YOUR TASK: Search the listing below for lines that hold the word "Cards", and report only how many there are.

DATA EXTRACTS:
════════════════
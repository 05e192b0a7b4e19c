package web

import (
	"bytes"
	"context"
	"encoding/json"
	"errors"
	"fmt"
	"io"
	"log/slog"
	"regexp"
	"runtime/debug"
	"strconv"
	"strings"
	"sync"

	"github.com/a-h/templ"
	"github.com/go-chi/chi/v5/middleware"

	"github.com/polewright/polewright/synth"
	"github.com/polewright/polewright/synth/circuit"
	"github.com/polewright/polewright/web/components"
	"github.com/polewright/polewright/web/export"
)

// buildResult computes the result view of design d, whose spec the form
// values vals hold. Plots and schematics that fail to draw are left out
// with a note (and logged); only a failure of the view itself is an error.
// The drawings go into pooled buffers held by frame until the page is
// written (the caller releases it after); a nil frame copies each drawing
// into a string of its own.
func (h *handler) buildResult(ctx context.Context, vals formValues, d *synth.Design, frame *svgFrame) (components.Result, error) {
	query := canonicalQuery(vals)
	spec := d.Spec
	res := components.Result{
		Title:     fmt.Sprintf("%s %s, order %d", approxNames[spec.Approximation], spec.Response, d.Order),
		Permalink: "/design?" + query,
	}
	specJSON, err := json.MarshalIndent(spec, "", "  ")
	if err != nil {
		return res, err
	}
	res.SpecJSON = string(specJSON)

	ch, chErr := d.Chain()
	hasChain := chErr == nil
	switch {
	case errors.Is(chErr, synth.ErrNoCircuit):
		res.Notes = append(res.Notes, "This build does not map the sections onto circuits yet: schematics, part values, the SPICE deck and the bill of materials are left out.")
	case chErr != nil:
		h.logWarn(ctx, "no circuit for the design", chErr)
		res.Notes = append(res.Notes, "The circuit of this design could not be built, so schematics, parts, the SPICE deck and the bill of materials are left out.")
	}

	if d.MarginSearch != nil {
		res.Notes = append(res.Notes, d.MarginSearch.Text)
	}
	headline(&res, d)
	res.Summary = summary(d, ch, hasChain)

	views, err := sectionViews(d)
	if err != nil {
		return res, err
	}
	res.Columns, res.Stages = stageTable(d, ch, hasChain, views)
	tol := newTolerances(d)
	res.Bench = benchView(d)
	res.Board = boardView(d)
	res.Driver = driverView(d)
	res.TableNote = "Gain is the stage's own gain at its reference frequency (DC for lowpass kinds, high frequency for highpass, f0 for bandpass). " +
		"Peak at output is the highest level over frequency at the stage's output, relative to the filter's passband gain: at or below 0 dB, no stage clips before the output does."
	if hasChain {
		res.TableNote += " Built values use the exported part values and the spec's op-amp; the GBW needed keeps the op-amp's own effect on f0 and Q within 1 % " +
			"(beside it the rule of thumb 100·Q·f0, common practice); the slew rate needed is 2π·f·Vpeak of a full-scale sine at the passband edge at the stage's output."
	}

	// Drawings: the plots and schematics are independent, so they are
	// drawn concurrently.
	var wg sync.WaitGroup
	var plots []components.Plot
	wanted := 0 // the plots Deps.Plots draws
	if h.deps.Plots != nil {
		plots = make([]components.Plot, len(plotKinds))
		for i, pk := range plotKinds {
			if !pk.drawnBy(h.deps.Plots) {
				continue
			}
			wanted++
			wg.Go(func() {
				svg, err := frame.drawSVG(func(w io.Writer) error { return pk.draw(h.deps.Plots, w, d) })
				if err != nil {
					h.logWarn(ctx, "plot failed", err, slog.String("plot", pk.kind))
					return
				}
				plots[i] = components.Plot{
					Title: pk.title, Caption: pk.caption, SVG: svg, TestID: "plot-" + pk.kind,
					Download: downloadLink(d, pk.kind, query),
				}
				plots[i].Download.Label = "Download SVG"
			})
		}
	}
	var noisePlot *components.Plot
	if np, ok := h.deps.Plots.(NoisePlots); ok && d.Noise != nil {
		wg.Go(func() {
			svg, err := frame.drawSVG(func(w io.Writer) error { return np.Noise(w, d) })
			if err != nil {
				h.logWarn(ctx, "plot failed", err, slog.String("plot", noiseKind))
				return
			}
			noisePlot = &components.Plot{
				Title:   "Output noise density",
				Caption: "Output noise density of the circuit as built; dashed: the converter's quantisation noise LSB/√12 spread evenly over 0 to fs/2, when a converter is given.",
				SVG:     svg, TestID: "plot-" + noiseKind, Download: downloadLink(d, noiseKind, query),
			}
			noisePlot.Download.Label = "Download SVG"
		})
	}
	if hasChain {
		res.Cards = make([]components.StageCard, len(ch.Stages))
		res.PartColumns = partColumns
		for k := range ch.Stages {
			res.Cards[k] = stageCard(d, ch, k)
			if k < len(d.Sections) {
				fillPartBench(&res.Cards[k], d.Sections[k], tol)
				res.Cards[k].Reason = views[k].TopologyReason
				res.Cards[k].Warnings = views[k].Warnings
				res.Cards[k].Details = stageDetails(d.Sections[k], tol)
			}
			if k < len(res.Stages) {
				res.Stages[k].Href = "#" + res.Cards[k].ID
			}
			if h.deps.Schematics == nil {
				continue
			}
			wg.Go(func() {
				svg, head, err := frame.draw(func(w io.Writer) error {
					if rs, ok := h.deps.Schematics.(ReferenceSchematics); ok && d.Spec.Supply != nil {
						return rs.StageOnReference(w, ch, k+1, "ref")
					}
					return h.deps.Schematics.Stage(w, ch, k+1)
				})
				if err != nil {
					h.logWarn(ctx, "schematic failed", err, slog.Int("stage", k+1))
					return
				}
				res.Cards[k].SVG = svg
				res.Cards[k].SchematicStyle = templ.SafeCSS(schematicStyle(head))
				res.Cards[k].Download = stageDownload(d, k+1, query)
			})
		}
	}
	wg.Wait()
	if res.Bench != nil {
		res.Bench.NoisePlot = noisePlot
	}
	for _, p := range plots {
		switch {
		case p.SVG == nil:
		case benchPlots[p.Download.Kind] && res.Bench != nil:
			res.Bench.Plots = append(res.Bench.Plots, p)
		default:
			res.Plots = append(res.Plots, p)
		}
	}
	drawn := 0
	for _, p := range plots {
		if p.SVG != nil {
			drawn++
		}
	}
	if h.deps.Plots != nil && drawn < wanted {
		res.Notes = append(res.Notes, "Some plots could not be drawn and are left out.")
	}
	if h.deps.Plots == nil {
		res.Notes = append(res.Notes, "This build draws no plots.")
	}

	for _, kind := range export.Kinds {
		k := downloadKinds[kind]
		if (k.circuit && !hasChain) || (k.plots && h.deps.Plots == nil) {
			continue
		}
		if _, ok := h.deps.Plots.(NoisePlots); kind == noiseKind && (!ok || d.Noise == nil) {
			continue
		}
		res.Downloads = append(res.Downloads, downloadLink(d, kind, query))
	}
	return res, nil
}

func (h *handler) logWarn(ctx context.Context, msg string, err error, attrs ...slog.Attr) {
	attrs = append(attrs, slog.String("error", err.Error()), slog.String("request_id", middleware.GetReqID(ctx)))
	h.log.LogAttrs(ctx, slog.LevelWarn, msg, attrs...)
}

// plotKind is a plot of the result page with the export kind of its
// download.
type plotKind struct {
	kind, title, caption string
	draw                 func(p Plots, w io.Writer, d *synth.Design) error
	// optional, when set, reports whether p draws the plot (an optional
	// interface of [Plots]); nil: every Plots does.
	optional func(p Plots) bool
}

// drawnBy reports whether p draws the plot.
func (pk plotKind) drawnBy(p Plots) bool { return pk.optional == nil || pk.optional(p) }

// plotKinds are the plots of the result page, in order.
var plotKinds = []plotKind{
	{kind: "bode-svg", title: "Magnitude and phase", caption: "Magnitude against the mask (shaded: forbidden), ideal and as built, on one dB scale; phase below. The passband's ripple is on the next plot.",
		draw: func(p Plots, w io.Writer, d *synth.Design) error { return p.Bode(w, d) }},
	{kind: "passband-svg", title: "Passband", caption: export.PassbandCaption,
		draw: func(p Plots, w io.Writer, d *synth.Design) error { return p.(PassbandPlots).Passband(w, d) },
		optional: func(p Plots) bool {
			_, ok := p.(PassbandPlots)
			return ok
		}},
	{kind: "delay-svg", title: "Group delay", caption: "Group delay, ideal and as built.",
		draw: func(p Plots, w io.Writer, d *synth.Design) error { return p.GroupDelay(w, d) }},
	{kind: "step-svg", title: "Step response", caption: "Response to a unit step at the input, ideal and as built.",
		draw: func(p Plots, w io.Writer, d *synth.Design) error { return p.Step(w, d) }},
}

// FigureWidthPx is the width, in CSS pixels, at which the result page
// draws its plots on a wide screen (a 1440 px window, and wider): the
// style sheet's --figure-width, the content column's width less the
// panel's padding. On a narrower screen a plot shrinks with the column
// (about 350 px on a 390 px phone). Plots size their text for it.
const FigureWidthPx = 1100

// benchPlots are the kinds of plotKinds that the page shows among the
// bench figures rather than with the response (when it has a bench panel).
var benchPlots = map[string]bool{"step-svg": true}

// svgFrame holds the pooled buffers of one page's drawings until the page
// is written: copying each drawing into a string (so that its buffer could
// go back to the pool at once) was a tenth of a page view's allocation. A
// nil frame copies. Its methods are safe for concurrent use.
type svgFrame struct {
	mu   sync.Mutex
	bufs []*bytes.Buffer
}

// drawSVG runs draw and returns the SVG as a component to inline, its XML
// prolog and doctype removed (see [svgFrame.draw]).
func (f *svgFrame) drawSVG(draw func(io.Writer) error) (templ.Component, error) {
	c, _, err := f.draw(draw)
	return c, err
}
════════════════
RESULT OF THE EXERCISE: 10